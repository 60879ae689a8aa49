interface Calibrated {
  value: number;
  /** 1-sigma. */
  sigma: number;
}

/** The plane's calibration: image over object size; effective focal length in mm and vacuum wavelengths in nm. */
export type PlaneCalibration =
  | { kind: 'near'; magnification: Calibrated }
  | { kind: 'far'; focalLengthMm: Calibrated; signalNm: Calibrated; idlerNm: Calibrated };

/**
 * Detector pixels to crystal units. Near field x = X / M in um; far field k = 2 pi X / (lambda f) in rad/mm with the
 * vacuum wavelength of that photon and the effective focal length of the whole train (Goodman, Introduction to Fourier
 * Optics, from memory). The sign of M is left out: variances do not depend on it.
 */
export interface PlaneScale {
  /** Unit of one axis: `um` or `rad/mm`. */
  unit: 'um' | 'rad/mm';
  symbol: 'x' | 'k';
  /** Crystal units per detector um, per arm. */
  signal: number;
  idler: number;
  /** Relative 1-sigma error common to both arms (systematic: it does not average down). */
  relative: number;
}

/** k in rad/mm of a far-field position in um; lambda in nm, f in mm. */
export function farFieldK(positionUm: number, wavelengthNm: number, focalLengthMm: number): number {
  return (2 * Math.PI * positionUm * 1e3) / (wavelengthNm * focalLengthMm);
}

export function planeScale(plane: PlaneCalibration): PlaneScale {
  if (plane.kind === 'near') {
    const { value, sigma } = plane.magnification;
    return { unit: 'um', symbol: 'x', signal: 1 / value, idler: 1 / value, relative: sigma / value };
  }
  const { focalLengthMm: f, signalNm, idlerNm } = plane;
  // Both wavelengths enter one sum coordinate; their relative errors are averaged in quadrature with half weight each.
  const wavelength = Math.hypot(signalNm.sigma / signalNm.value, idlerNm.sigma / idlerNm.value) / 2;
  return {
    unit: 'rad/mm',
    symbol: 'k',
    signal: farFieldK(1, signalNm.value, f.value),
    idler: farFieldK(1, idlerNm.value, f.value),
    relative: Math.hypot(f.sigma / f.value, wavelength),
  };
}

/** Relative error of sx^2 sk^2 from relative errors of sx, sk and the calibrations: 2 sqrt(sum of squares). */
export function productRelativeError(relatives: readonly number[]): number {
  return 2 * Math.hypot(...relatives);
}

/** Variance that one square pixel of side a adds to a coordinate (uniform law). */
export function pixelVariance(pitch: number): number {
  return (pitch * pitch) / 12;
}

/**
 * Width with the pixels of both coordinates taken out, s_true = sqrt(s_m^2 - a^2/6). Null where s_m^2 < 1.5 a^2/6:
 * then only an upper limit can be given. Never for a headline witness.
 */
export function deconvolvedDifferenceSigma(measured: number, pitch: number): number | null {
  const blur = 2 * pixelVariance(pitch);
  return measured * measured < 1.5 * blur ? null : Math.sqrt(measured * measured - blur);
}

--

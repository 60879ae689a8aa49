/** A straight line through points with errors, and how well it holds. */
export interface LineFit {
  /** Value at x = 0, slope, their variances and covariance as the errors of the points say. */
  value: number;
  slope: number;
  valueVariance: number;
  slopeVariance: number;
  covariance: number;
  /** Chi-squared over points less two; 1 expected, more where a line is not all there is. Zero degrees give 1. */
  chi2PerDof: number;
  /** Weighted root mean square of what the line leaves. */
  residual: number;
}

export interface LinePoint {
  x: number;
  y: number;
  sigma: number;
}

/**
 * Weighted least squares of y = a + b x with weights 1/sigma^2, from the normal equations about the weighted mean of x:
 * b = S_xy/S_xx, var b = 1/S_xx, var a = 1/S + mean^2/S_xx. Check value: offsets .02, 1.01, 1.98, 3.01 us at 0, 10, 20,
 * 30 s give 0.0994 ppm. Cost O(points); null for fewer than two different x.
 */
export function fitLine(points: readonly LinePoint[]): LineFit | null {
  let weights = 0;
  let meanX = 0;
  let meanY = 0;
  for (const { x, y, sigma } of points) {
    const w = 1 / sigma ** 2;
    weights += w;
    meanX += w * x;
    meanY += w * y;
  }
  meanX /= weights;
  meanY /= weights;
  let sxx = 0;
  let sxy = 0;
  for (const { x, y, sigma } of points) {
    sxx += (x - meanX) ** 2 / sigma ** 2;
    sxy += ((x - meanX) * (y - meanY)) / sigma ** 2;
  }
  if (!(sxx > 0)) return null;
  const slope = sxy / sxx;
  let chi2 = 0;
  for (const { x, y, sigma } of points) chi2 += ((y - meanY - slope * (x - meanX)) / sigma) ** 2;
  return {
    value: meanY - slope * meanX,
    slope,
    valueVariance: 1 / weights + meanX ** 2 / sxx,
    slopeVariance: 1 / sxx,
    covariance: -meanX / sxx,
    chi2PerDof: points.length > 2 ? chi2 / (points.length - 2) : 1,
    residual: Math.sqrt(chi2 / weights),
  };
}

==

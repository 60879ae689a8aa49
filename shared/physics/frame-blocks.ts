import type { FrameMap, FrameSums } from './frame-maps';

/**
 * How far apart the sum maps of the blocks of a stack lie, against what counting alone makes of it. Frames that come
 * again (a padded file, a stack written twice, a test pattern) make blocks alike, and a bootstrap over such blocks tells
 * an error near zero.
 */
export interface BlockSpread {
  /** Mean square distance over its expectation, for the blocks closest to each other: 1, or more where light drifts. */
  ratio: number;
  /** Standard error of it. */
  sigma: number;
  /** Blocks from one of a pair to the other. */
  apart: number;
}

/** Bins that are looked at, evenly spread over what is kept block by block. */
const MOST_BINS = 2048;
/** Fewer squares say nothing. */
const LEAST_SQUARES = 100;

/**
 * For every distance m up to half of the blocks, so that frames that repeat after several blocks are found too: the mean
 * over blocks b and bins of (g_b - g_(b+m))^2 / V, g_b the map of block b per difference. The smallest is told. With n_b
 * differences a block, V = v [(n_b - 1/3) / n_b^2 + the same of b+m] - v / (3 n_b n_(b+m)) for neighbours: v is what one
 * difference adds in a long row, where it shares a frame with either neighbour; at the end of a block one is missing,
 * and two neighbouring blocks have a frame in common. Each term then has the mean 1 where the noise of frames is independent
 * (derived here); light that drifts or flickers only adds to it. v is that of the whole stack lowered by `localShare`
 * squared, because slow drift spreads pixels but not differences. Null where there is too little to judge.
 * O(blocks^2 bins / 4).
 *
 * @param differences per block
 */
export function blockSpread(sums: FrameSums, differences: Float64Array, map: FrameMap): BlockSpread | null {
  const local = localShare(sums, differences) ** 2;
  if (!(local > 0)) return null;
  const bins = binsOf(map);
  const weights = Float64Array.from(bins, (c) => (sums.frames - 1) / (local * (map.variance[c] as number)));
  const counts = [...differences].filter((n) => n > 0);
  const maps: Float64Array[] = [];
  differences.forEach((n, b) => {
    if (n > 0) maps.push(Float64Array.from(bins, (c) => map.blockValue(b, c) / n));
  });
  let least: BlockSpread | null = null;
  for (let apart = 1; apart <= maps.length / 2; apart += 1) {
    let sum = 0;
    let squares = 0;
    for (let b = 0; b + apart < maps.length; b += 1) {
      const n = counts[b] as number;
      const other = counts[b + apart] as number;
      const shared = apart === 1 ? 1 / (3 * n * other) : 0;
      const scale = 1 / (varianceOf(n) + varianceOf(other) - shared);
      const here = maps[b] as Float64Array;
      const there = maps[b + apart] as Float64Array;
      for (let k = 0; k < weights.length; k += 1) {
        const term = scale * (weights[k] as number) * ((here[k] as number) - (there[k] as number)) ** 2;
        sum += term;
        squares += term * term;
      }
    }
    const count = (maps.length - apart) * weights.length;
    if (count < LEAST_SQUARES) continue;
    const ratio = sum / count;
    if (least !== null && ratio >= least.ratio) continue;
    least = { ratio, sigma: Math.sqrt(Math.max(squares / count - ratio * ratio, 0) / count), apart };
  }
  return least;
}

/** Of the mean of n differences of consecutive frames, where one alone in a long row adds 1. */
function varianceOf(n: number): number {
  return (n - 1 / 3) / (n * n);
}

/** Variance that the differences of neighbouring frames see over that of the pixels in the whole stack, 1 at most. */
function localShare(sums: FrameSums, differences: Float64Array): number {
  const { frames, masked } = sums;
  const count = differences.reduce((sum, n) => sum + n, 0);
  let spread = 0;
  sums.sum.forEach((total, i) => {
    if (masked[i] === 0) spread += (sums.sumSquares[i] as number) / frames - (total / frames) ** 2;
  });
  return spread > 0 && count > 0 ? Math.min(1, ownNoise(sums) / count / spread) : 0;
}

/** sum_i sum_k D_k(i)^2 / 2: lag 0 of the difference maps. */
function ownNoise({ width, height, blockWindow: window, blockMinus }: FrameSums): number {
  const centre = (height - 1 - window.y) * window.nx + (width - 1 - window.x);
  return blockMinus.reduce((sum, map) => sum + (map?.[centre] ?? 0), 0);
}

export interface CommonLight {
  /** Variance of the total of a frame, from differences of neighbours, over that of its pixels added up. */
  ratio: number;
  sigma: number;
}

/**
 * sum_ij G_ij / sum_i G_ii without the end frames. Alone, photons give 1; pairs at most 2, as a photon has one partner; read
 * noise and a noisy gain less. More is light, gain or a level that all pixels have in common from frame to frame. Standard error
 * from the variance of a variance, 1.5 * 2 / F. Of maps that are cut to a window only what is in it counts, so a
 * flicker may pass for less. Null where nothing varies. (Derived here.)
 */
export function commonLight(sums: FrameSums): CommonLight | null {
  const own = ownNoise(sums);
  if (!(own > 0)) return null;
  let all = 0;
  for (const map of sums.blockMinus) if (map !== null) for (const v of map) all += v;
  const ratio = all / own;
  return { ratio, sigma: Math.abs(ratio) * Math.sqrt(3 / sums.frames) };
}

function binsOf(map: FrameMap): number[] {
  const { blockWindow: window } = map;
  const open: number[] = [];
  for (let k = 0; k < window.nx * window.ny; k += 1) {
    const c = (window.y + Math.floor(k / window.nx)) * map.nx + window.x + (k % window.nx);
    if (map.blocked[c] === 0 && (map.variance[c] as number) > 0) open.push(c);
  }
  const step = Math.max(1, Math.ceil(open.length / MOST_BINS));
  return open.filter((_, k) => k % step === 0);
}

Work required
Return all lines from the material that contain "interface".

Result below
interface Calibrated {
export interface PlaneScale {
export interface LineFit {
export interface LinePoint {
export interface BlockSpread {
export interface CommonLight {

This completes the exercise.